## Task brief
Check the records below line by line for the string "white". Give the number of lines that contain it and nothing else.

## Listed entries
───
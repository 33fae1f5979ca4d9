/**
 * One file's bytes to one document, with the reader chosen by content as
 * well as by extension:
 *
 * - `%PDF-` in the first KiB: PDF ({@link readPdf}), whatever the extension;
 *   a `.pdf` without it is skipped (`not a PDF: …`);
 * - a ZIP archive naming `word/document.xml`: Word ({@link readDocx}),
 *   whatever the extension; a `.docx` that is not one is skipped
 *   (`not a DOCX: …`, or the OLE message for encrypted and old Word files);
 * - `.eml`, or a file with another extension (or none) that starts with an
 *   e-mail header block: e-mail ({@link readMail});
 * - `.html`/`.htm`/`.xhtml`, or an unknown extension starting with
 *   `<!doctype html` or `<html`: HTML ({@link htmlToText}), its
 *   `<meta charset>` honoured;
 * - `.md` and the other Markdown extensions: Markdown; anything else: plain text.
 *
 * Text formats are decoded with {@link decodeBuffer} (encoding detection,
 * binary detection). Every failure is an {@link InputSkip} with a one-line
 * reason; nothing else is thrown for bad content.
 *
 * @module
 */
import { declaredHtmlCharset, type EncodingBasis } from './charset.js';
import { decodeBuffer, InputSkip, type DecodeStats } from './decode.js';
import { looksLikeDocx, looksLikeOle, readDocx } from './docx.js';
import { htmlToText } from './html.js';
import { looksLikeMail, readMail } from './mail.js';
import { looksLikePdf, readPdf } from './pdf.js';
import { firstLine, readMarkdown, readPlainText } from './text.js';
import { looksLikeZip } from './zip.js';
import { looksLikeXlsx } from './xlsx.js';

/** The readers a document file can go through. */
export type DocumentKind = 'pdf' | 'docx' | 'eml' | 'html' | 'markdown' | 'text';

/** How one file's text was decoded, when that was anything but clean UTF-8. */
export interface DecodingNote {
  /** The file (as sources name it). */
  readonly source: string;
  /** The encoding used (lower case); for an e-mail, those of its text parts joined with `, `. */
  readonly encoding: string;
  /** Why that encoding ({@link EncodingBasis}), or `mime` for an e-mail's declared part charsets. */
  readonly basis: EncodingBasis | 'mime';
  /** Characters replaced by U+FFFD (invalid sequences, undefined bytes). */
  readonly replaced: number;
  /** A declared encoding not used because the bytes are valid UTF-8. */
  readonly ignoredDeclaration?: string;
}

/** What reading one document file gave. */
export interface DocumentRead {
  readonly kind: DocumentKind;
  readonly text: string;
  /** `''` when the document has none; the caller then uses the id. */
  readonly title: string;
  /** Set for text formats and e-mail when the decoding is worth reporting (see {@link DecodingNote}). */
  readonly decoding: Omit<DecodingNote, 'source'> | null;
  /** One-line remarks, without the file name. */
  readonly warnings: string[];
  /** E-mail parts not read. */
  readonly attachments: string[];
  /** PDF pages. */
  readonly pages: number;
}

const HTML_EXT = new Set(['.html', '.htm', '.xhtml']);
const MARKDOWN_EXT = new Set(['.md', '.markdown', '.mdown', '.mkd']);
const TEXT_EXT = new Set(['.txt', '.text']);

/** Extensions read as one document each, by their own reader. */
export const DOCUMENT_EXTENSIONS: ReadonlySet<string> = new Set([...HTML_EXT, ...MARKDOWN_EXT, ...TEXT_EXT, '.pdf', '.docx', '.eml']);

/** The decoding worth reporting: another encoding than UTF-8, replacements, or an overridden declaration. */
export function noteOf(stats: DecodeStats): Omit<DecodingNote, 'source'> | null {
  if (stats.encoding === 'utf-8' && stats.invalid === 0 && stats.ignoredDeclaration === undefined) return null;
  const n: { encoding: string; basis: EncodingBasis; replaced: number; ignoredDeclaration?: string } = {
    encoding: stats.encoding,
    basis: stats.basis,
    replaced: stats.invalid,
  };
  if (stats.ignoredDeclaration !== undefined) n.ignoredDeclaration = stats.ignoredDeclaration;
  return n;
}

/** True when the bytes (after a byte order mark and white space) start an HTML document. */
function looksLikeHtml(b: Uint8Array): boolean {
  const head = Buffer.from(b.buffer, b.byteOffset, Math.min(b.byteLength, 512))
    .toString('latin1')
    .replace(/^\xef\xbb\xbf/, '')
    .trimStart()
    .toLowerCase();
  return head.startsWith('<!doctype html') || head.startsWith('<html');
}

/** Which reader a file goes to, from its first bytes and its extension; throws {@link InputSkip} when they disagree fatally. */
export function chooseReader(buf: Uint8Array, ext: string, complete: boolean): DocumentKind {
  if (looksLikePdf(buf)) return 'pdf';
  if (ext === '.pdf') throw new InputSkip('not a PDF: no %PDF- header in the first 1 KiB');
  if (looksLikeDocx(buf)) return 'docx';
  if (ext === '.docx') return 'docx'; // readDocx names what it is instead
  if (looksLikeXlsx(buf)) throw new InputSkip('a spreadsheet workbook: name the file itself as an input to read its rows');
  if (looksLikeZip(buf)) throw new InputSkip('binary: a zip archive (not a Word document)');
  if (looksLikeOle(buf)) throw new InputSkip('binary: an OLE compound document (an old-format Office file?)');
  if (ext === '.eml') return 'eml';
  if (HTML_EXT.has(ext)) return 'html';
  if (MARKDOWN_EXT.has(ext)) return 'markdown';
  if (TEXT_EXT.has(ext)) return 'text';
  if (looksLikeMail(buf, complete)) return 'eml';
  if (looksLikeHtml(buf)) return 'html';
  return 'text';
}

/**
 * Reads one document file from its bytes. `ext` is its extension (lower
 * case, with the dot); `encoding` is the forced encoding (canonical) or
 * `null`. Throws only {@link InputSkip}.
 */
export async function readDocumentBytes(buf: Buffer, ext: string, encoding: string | null): Promise<DocumentRead> {
  if (buf.length === 0) throw new InputSkip('empty (0 bytes)');
  const kind = chooseReader(buf, ext, true);
  const base = { decoding: null, warnings: [] as string[], attachments: [] as string[], pages: 0 };
  switch (kind) {
    case 'pdf': {
      const r = await readPdf(buf);
      const warnings = r.failedPages > 0 ? [`${r.failedPages} of ${r.pages} PDF page(s) could not be read (${r.firstFailure})`] : [];
      return { ...base, kind, text: r.text, title: r.title, pages: r.pages, warnings };
    }
    case 'docx': {
      const r = await readDocx(buf);
      return { ...base, kind, text: r.text, title: r.title };
    }
    case 'eml': {
      let m;
      try {
        m = readMail(buf, { forced: encoding });
      } catch (err) {
        if (err instanceof InputSkip) throw err;
        throw new InputSkip(`broken e-mail: ${err instanceof Error ? err.message.split('\n')[0] : String(err)}`);
      }
      const warnings = [...m.warnings];
      if (m.headerFields === 0) warnings.push('no e-mail header block; read as the body of a message');
      if (m.attachments.length > 0) warnings.push(`${m.attachments.length} attachment(s) not read: ${m.attachments.join(', ')}`);
      if (m.text === '') {
        throw new InputSkip(m.attachments.length > 0 ? `no text: the e-mail has only attachments (${m.attachments.length})` : 'no text: the e-mail has an empty body');
      }
      const plainUtf8 = m.encodings.every((e) => e === 'utf-8') && m.replaced === 0;
      const decoding = plainUtf8 ? null : { encoding: m.encodings.join(', ') || 'utf-8', basis: 'mime' as const, replaced: m.replaced };
      return { kind, text: m.text, title: m.subject || firstLine(m.text), decoding, warnings, attachments: m.attachments, pages: 0 };
    }
    default: {
      const declared = kind === 'html' ? declaredHtmlCharset : null;
      const { text: raw, stats } = decodeBuffer(buf, { hash: false, forced: encoding, declared });
      const r = kind === 'html' ? htmlToText(raw) : kind === 'markdown' ? readMarkdown(raw) : readPlainText(raw);
      if (r.text === '') throw new InputSkip('no text: only markup or white space');
      return { ...base, kind, text: r.text, title: r.title, decoding: noteOf(stats) };
    }
  }
}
───
## Result of this task
2